Woah, I didn't know Arsheesh and all these other guild-members were so close to me, interesting to know  :Smile:

----------


## Eilathen

Haha that is pretty cool! It's nice to see where you're all living.
I'm a bit sad that I'm not on it, but then again, I'm not really an active mapper, just an active commenter, I guess.

----------


## Falconius

That's pretty cool.  It's nice to have a map for where people are and the distribution is pretty interesting.

(incidentally the star version of take one is also pretty darn cool, I don't remember if I saw that before.)

----------


## Wingshaw

Cool map, Azelor  :Smile:  I remember when I joined the Guild, it felt like it was mostly French. Nice to see Italy, UK and Netherlands a bit more represented. I also thought that Australia had a few more members, once upon a time.

Wingshaw

----------


## Azélor

> Cool map, Azelor  I remember when I joined the Guild, it felt like it was mostly French. Nice to see Italy, UK and Netherlands a bit more represented. I also thought that Australia had a few more members, once upon a time.
> 
> Wingshaw


Yes, A few members have gotten inactive. Yet some do still hang around but devolved into primitive lurkers.

----------


## delgondahntelius

Great Idea, and Awesome work!! I'm glad to see that I rule over most of Texas and the Southern United States!! HAHA!! Now where are all my little armies to distribute and start taking over adjacent territories?   :Evil:  Mwahaha!!!

~Del

----------


## Redrobes

Cool map Azelor,

I used to run a guild members map where you could enter your coords and it put a dot on the world map for each person and you hover over it and it showed the member name. But this was before I was an admin here so I did it on my own webspace and the site and map no longer exists. At the time we had a few hundred entries on it so you could see the distribution quite well.

Obviously we have our main membership in the US but we also had a strong showing all over europe. Since then we have been picking up a wider spread where I have seen many asian and south american countries represented. Were still quite under represented in Africa but thats not all that surprising and I would expect it to slowly pick up.

Its been quite handy to have community leaders spread around the world so that we can make a quick response to issues from all different time zones. Also, there was the odd occasion where you might have a real world museum exhibit, or fantasy convention where you could look to see if any member was close to it and we did have a couple of members ping each other for a meet up.

I think we notice the strong French representation because of the language change. We have had posts in many languages but if few people speak it then you dont get many responses so, aside from english, it naturally tends to gravitate towards the most popular ones.

----------


## Cédric H.

Such a cool idea! Nice job

----------


## - JO -

Very informative ! Thanks for the good job done !

----------


## SteffenBrand

Well, interesting!  :Very Happy:  It makes me both sad to see so many of you so far away, and so glad there is so much area covered. Except for a huge swath of land on two continents, Africa and Asia. Is it we are just having the picking procedure somewhat favoring certain regions or is there something missing? To be honest, thinking about it, I can't really say that I've picked up on many maps made by cartographers originating from there. Odd... I have to keep an eye open for this, love to see more styles and approaches. =)
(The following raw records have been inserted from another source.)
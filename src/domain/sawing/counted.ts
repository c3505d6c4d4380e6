import { type Board, section, totalValue } from './board.ts';
import { acrossLog } from './layers.ts';
import { boardsOfLayers } from './live.ts';
import { type Piece, type Stock, stockOf } from './pieces.ts';
import { unitsUp } from './units.ts';

/** Boards of each piece. */
export function counts(boards: readonly Board[], pieces: readonly Piece[]): number[] {
  const found = pieces.map(() => 0);
  for (const board of boards) found[board.piece] = (found[board.piece] ?? 0) + 1;
  return found;
}

const isOver = (used: readonly number[], pieces: readonly Piece[]): boolean => pieces.some((piece, index) => piece.count !== undefined && (used[index] as number) > piece.count);

/** Takes boards beyond their count away, the least valuable first, and fills their strips with sizes that have no count. */
function withinCounts(boards: readonly Board[], pieces: readonly Piece[], free: Stock): Board[] {
  const left = pieces.map((piece) => piece.count ?? Infinity);
  return [...boards]
    .sort((a, b) => b.boardFeet - a.boardFeet)
    .flatMap((board) => {
      const rest = left[board.piece] ?? 0;
      left[board.piece] = rest - 1;
      return rest > 0 ? [board] : refill(board, free);
    });
}

function refill(board: Board, free: Stock): Board[] {
  const { left, right, bottom, top } = section(board);
  const [from, to, at] = board.turned ? [bottom, top, left] : [left, right, bottom];
  const group = free.groups.find((each) => each.thickness === unitsUp(board.thicknessIn));
  if (!group) return [];
  const rule = acrossLog(free, unitsUp(from), unitsUp(from) + unitsUp(to - from));
  return boardsOfLayers(free, rule, [{ group, at: unitsUp(at) }], board.turned);
}

export interface Solved {
  readonly boards: readonly Board[];
  readonly bound: number;
}

/**
 * Keeps to the counts of pieces. Boards of a piece that is used too often are charged a price and the log planned again, until the
 * counts hold; each round gives a bound (plan at those prices + prices × counts) and, with the boards over count replaced, a plan.
 * @param stock the log and the sizes, without prices.
 * @param solve plans one stock without counts.
 */
export function withCounts(stock: Stock, waneIn: number, solve: (stock: Stock) => Solved, rounds: number): Solved {
  const { log, mill, pieces } = stock;
  const prices = pieces.map(() => 0);
  const first = solve(stock);
  if (!isOver(counts(first.boards, pieces), pieces)) return first;
  const free = stockOf(log, mill, pieces.map((piece) => (piece.count === undefined ? piece : { ...piece, count: 0 })), waneIn);
  const unlimited = solve(free);
  let best: readonly Board[] = unlimited.boards;
  let bound = Infinity;
  let round: Solved = first;
  for (let turn = 1; ; turn++) {
    const used = counts(round.boards, pieces);
    const offered = round.bound + pieces.reduce((sum, piece, index) => sum + (prices[index] as number) * (piece.count ?? 0), 0);
    bound = Math.min(bound, offered);
    const kept = withinCounts(round.boards, pieces, free);
    if (totalValue(kept, pieces) > totalValue(best, pieces) + 1e-9) best = kept;
    const value = totalValue(best, pieces);
    if (turn > rounds || bound <= value + 1e-9) break;
    const misses = pieces.map((piece, index) => (piece.count === undefined ? 0 : (used[index] as number) - piece.count)).map((miss, index) => (miss < 0 && prices[index] === 0 ? 0 : miss));
    const norm = misses.reduce((sum, miss) => sum + miss ** 2, 0);
    if (norm === 0) break;
    const step = ((offered - value) / norm) * (turn <= 4 ? 1 : 0.6);
    misses.forEach((miss, index) => (prices[index] = Math.max(0, (prices[index] as number) + step * miss)));
    round = solve(stockOf(log, mill, pieces, waneIn, prices));
  }
  // What may be cut within the counts at all bounds the value as well.
  return { boards: best, bound: Math.max(bound, totalValue(best, pieces)) };
}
But I can't really complain, I'm in the middle of the Central-European "cluster".  :Very Happy:

----------


## LunaticDesign

Very cool to see how spread out people are.

----------


## Ilanthar

Nice! I should be more close to MistyBeee and SteffenBrand, but there is no place for our long names  :Very Happy: .
Plus, I spent some years studying in Clermont-Ferrand, so, in a way...  :Wink:

----------